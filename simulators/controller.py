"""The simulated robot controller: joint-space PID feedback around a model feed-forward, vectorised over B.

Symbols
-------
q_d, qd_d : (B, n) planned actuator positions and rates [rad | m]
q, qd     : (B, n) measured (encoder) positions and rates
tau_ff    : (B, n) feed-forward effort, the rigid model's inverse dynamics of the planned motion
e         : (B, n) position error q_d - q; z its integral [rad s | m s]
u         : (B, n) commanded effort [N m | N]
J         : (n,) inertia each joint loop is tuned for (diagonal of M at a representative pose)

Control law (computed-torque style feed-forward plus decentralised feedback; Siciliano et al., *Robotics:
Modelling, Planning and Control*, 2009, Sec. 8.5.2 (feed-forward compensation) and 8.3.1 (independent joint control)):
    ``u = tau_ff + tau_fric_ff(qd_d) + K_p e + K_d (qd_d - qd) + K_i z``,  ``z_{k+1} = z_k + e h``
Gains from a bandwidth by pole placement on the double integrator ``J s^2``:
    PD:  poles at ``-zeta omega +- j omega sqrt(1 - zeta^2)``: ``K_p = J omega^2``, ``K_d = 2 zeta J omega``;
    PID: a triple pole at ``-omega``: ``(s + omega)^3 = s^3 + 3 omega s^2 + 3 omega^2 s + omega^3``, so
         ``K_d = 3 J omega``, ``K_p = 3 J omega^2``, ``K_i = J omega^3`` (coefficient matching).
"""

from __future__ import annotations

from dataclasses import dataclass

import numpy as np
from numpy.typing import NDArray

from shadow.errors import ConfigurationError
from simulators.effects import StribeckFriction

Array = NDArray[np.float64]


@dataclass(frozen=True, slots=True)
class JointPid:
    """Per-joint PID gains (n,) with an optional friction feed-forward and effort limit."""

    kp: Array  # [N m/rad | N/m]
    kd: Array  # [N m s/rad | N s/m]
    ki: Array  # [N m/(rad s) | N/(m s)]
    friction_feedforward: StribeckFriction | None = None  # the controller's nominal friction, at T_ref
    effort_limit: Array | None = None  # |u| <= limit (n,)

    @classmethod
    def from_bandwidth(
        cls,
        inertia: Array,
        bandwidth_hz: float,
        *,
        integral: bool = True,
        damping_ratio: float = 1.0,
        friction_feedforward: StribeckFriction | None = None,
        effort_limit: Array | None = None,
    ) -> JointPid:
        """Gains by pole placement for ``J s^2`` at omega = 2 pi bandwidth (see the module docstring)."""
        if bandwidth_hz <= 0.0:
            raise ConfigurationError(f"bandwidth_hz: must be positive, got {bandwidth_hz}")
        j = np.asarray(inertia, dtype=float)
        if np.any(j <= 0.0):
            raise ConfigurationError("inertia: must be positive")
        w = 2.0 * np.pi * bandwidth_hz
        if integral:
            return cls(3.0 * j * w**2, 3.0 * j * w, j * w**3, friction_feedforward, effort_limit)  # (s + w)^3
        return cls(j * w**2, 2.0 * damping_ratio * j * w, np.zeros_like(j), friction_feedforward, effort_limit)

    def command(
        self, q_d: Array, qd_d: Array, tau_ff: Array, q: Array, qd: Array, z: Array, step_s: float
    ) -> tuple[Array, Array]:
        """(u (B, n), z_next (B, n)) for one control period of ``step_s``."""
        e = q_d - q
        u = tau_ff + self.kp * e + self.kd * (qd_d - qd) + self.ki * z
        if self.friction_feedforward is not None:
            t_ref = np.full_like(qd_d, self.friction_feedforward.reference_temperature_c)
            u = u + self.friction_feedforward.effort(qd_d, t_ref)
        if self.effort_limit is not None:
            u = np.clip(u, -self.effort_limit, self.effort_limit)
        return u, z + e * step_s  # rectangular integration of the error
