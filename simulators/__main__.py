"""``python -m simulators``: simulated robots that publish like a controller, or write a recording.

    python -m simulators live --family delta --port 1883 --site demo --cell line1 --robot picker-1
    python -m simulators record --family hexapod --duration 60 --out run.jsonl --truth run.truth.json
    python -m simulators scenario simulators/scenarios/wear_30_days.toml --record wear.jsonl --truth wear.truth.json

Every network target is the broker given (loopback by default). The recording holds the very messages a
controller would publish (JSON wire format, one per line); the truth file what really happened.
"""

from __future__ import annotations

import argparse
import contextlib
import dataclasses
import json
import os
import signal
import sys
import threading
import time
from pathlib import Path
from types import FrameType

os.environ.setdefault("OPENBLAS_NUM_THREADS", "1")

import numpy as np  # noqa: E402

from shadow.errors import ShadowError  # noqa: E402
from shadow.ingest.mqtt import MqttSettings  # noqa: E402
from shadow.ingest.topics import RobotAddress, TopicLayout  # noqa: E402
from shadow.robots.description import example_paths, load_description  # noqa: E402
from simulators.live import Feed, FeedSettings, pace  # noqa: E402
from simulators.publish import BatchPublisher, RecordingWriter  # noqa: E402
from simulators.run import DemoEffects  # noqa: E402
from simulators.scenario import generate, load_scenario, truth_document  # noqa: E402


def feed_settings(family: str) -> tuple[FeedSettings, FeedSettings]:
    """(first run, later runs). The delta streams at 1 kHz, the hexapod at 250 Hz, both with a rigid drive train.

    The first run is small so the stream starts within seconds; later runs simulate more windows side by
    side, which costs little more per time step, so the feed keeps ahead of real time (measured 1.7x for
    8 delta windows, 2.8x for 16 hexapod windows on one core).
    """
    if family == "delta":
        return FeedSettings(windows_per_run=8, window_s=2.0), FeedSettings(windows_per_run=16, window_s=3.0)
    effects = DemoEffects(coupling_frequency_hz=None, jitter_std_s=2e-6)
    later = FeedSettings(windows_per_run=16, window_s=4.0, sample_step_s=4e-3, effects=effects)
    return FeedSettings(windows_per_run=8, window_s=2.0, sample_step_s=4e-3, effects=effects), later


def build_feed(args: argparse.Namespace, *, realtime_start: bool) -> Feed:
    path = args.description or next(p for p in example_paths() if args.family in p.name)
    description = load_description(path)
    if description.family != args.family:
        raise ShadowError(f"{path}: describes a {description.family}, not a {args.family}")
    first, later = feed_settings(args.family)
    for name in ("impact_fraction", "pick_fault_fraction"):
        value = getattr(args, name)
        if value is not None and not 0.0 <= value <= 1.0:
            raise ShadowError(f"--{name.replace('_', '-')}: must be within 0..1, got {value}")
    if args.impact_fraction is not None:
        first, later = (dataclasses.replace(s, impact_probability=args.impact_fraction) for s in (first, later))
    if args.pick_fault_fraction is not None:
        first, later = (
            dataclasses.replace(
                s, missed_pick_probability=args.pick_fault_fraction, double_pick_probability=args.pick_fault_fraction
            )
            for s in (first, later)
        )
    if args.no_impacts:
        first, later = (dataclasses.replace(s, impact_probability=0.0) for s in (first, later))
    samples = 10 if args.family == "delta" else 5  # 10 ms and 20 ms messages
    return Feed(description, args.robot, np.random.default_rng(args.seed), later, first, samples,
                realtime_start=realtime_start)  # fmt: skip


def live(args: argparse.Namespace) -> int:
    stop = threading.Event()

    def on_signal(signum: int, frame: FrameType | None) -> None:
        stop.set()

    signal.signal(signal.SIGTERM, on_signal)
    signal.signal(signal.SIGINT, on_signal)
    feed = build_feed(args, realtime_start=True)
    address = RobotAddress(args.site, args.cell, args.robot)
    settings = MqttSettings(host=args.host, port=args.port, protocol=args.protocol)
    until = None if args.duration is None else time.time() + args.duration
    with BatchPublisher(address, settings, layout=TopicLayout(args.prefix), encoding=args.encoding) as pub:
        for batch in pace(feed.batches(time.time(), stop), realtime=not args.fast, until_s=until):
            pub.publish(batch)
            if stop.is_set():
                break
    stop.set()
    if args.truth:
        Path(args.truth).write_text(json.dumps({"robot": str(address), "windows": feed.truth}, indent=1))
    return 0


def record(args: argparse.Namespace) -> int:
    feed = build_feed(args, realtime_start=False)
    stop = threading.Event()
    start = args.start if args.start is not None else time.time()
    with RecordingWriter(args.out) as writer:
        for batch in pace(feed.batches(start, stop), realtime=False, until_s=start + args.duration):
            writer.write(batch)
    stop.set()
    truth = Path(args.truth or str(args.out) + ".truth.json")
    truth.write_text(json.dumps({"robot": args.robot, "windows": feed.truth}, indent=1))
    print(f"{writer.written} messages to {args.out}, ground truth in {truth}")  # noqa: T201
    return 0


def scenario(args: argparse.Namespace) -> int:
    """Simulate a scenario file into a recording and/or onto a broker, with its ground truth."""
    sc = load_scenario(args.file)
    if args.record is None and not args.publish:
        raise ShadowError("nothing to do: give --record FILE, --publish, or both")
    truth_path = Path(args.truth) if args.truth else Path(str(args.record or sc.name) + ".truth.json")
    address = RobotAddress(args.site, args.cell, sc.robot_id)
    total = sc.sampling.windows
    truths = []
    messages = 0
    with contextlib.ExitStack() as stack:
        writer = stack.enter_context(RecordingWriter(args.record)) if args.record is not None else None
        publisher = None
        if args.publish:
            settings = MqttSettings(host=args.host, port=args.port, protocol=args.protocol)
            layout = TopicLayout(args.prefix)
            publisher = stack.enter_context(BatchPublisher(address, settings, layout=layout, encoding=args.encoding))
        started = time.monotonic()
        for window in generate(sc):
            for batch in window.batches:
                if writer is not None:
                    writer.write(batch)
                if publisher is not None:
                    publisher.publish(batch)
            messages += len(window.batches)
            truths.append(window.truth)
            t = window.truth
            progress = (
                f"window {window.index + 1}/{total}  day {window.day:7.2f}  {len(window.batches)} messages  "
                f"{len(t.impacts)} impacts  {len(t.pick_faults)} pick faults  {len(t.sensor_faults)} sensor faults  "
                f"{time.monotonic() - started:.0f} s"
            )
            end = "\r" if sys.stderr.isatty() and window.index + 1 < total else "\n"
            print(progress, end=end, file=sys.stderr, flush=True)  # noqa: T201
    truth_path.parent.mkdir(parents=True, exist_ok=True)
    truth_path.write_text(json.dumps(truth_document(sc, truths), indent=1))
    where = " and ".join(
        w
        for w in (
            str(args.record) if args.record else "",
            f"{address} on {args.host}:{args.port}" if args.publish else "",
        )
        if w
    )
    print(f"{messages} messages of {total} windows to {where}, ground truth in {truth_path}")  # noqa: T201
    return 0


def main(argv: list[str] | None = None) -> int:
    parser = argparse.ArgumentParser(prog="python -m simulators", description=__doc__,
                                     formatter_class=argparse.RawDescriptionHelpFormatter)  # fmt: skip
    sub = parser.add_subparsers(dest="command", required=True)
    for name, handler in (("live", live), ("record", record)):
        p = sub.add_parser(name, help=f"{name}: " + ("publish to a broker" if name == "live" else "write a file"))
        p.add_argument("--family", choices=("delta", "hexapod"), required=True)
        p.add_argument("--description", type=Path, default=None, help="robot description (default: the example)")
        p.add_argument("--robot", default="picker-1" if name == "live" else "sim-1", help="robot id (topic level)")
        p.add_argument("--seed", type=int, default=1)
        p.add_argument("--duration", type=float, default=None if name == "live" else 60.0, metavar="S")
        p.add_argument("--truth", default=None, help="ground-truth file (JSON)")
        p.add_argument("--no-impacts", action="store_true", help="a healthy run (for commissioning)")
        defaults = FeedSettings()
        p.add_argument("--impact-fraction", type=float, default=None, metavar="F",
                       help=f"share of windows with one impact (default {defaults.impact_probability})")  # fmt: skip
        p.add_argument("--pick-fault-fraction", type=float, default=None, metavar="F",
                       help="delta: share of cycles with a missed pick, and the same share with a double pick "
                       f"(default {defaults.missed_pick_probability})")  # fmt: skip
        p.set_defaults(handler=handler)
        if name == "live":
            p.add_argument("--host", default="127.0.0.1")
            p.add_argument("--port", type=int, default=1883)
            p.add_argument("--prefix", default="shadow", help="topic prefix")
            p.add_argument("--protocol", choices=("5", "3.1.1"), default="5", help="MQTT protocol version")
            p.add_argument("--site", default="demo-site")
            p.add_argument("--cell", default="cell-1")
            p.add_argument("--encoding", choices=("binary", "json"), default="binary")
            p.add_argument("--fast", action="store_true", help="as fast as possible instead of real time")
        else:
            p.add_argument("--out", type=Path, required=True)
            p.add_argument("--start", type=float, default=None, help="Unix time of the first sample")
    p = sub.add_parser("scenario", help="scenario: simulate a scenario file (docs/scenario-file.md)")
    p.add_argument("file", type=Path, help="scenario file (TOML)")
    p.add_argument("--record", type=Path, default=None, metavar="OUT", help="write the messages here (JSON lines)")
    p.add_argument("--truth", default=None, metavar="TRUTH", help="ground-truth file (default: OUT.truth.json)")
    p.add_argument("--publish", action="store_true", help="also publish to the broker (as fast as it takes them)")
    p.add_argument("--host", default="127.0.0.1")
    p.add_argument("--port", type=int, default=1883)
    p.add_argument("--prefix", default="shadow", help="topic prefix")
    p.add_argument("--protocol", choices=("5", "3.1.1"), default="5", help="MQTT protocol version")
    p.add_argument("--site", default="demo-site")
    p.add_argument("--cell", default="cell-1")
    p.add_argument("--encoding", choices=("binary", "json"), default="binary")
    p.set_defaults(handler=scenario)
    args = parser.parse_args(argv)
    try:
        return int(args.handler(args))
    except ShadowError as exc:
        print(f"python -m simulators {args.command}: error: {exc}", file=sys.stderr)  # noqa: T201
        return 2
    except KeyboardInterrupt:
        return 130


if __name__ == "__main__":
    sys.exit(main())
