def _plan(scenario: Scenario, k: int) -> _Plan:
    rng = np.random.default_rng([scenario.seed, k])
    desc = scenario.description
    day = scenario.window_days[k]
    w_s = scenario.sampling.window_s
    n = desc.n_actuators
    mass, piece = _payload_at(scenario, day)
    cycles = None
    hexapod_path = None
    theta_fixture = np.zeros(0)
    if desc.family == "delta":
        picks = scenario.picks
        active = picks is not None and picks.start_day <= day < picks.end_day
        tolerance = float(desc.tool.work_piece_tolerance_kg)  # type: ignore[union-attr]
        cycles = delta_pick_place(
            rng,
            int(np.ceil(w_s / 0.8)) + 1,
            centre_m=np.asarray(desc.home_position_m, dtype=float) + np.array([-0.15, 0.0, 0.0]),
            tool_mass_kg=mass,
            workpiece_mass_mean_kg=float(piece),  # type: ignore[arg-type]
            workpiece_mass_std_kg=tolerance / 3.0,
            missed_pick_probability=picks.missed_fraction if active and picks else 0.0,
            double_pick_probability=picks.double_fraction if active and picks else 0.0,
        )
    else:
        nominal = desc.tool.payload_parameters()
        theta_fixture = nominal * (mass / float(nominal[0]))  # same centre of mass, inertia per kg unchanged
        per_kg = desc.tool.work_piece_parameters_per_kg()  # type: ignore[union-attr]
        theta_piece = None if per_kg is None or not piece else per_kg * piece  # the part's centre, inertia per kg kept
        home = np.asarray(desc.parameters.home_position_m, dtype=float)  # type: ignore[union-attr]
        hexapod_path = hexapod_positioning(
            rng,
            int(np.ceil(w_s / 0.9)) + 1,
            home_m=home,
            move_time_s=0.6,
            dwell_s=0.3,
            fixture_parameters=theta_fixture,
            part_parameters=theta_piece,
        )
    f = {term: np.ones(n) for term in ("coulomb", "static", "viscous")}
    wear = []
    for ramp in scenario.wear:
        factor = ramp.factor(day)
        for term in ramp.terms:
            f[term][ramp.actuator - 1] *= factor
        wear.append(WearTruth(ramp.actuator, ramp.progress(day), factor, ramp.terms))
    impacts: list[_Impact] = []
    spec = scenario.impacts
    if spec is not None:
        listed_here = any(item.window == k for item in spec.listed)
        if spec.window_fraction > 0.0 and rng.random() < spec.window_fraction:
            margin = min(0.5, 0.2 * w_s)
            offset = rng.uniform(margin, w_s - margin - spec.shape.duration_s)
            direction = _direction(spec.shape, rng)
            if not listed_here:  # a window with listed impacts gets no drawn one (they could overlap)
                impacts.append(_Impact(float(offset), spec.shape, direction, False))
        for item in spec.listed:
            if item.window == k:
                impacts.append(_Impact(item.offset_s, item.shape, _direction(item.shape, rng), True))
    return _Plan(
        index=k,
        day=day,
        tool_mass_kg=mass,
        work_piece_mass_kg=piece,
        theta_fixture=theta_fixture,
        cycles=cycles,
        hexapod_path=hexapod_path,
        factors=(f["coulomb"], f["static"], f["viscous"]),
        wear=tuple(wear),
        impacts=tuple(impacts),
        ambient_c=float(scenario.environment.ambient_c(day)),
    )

PROBLEM DETAILS
Retype exactly the lines from the first line of the records above through the line containing "PID gains (n,)", both included, and nothing else.

ANSWER BOX
filename simulators/controller.py
"""The simulated robot controller: joint-space PID feedback around a model feed-forward, vectorised over B.

Symbols
-------
q_d, qd_d : (B, n) planned actuator positions and rates [rad | m]
q, qd     : (B, n) measured (encoder) positions and rates
tau_ff    : (B, n) feed-forward effort, the rigid model's inverse dynamics of the planned motion
e         : (B, n) position error q_d - q; z its integral [rad s | m s]
u         : (B, n) commanded effort [N m | N]
J         : (n,) inertia each joint loop is tuned for (diagonal of M at a representative pose)

Control law (computed-torque style feed-forward plus decentralised feedback; Siciliano et al., *Robotics:
Modelling, Planning and Control*, 2009, Sec. 8.5.2 (feed-forward compensation) and 8.3.1 (independent joint control)):
    ``u = tau_ff + tau_fric_ff(qd_d) + K_p e + K_d (qd_d - qd) + K_i z``,  ``z_{k+1} = z_k + e h``
Gains from a bandwidth by pole placement on the double integrator ``J s^2``:
    PD:  poles at ``-zeta omega +- j omega sqrt(1 - zeta^2)``: ``K_p = J omega^2``, ``K_d = 2 zeta J omega``;
    PID: a triple pole at ``-omega``: ``(s + omega)^3 = s^3 + 3 omega s^2 + 3 omega^2 s + omega^3``, so
         ``K_d = 3 J omega``, ``K_p = 3 J omega^2``, ``K_i = J omega^3`` (coefficient matching).
"""

from __future__ import annotations

from dataclasses import dataclass

import numpy as np
from numpy.typing import NDArray

from shadow.errors import ConfigurationError
from simulators.effects import StribeckFriction

Array = NDArray[np.float64]


@dataclass(frozen=True, slots=True)
class JointPid:
    """Per-joint PID gains (n,) with an optional friction feed-forward and effort limit."""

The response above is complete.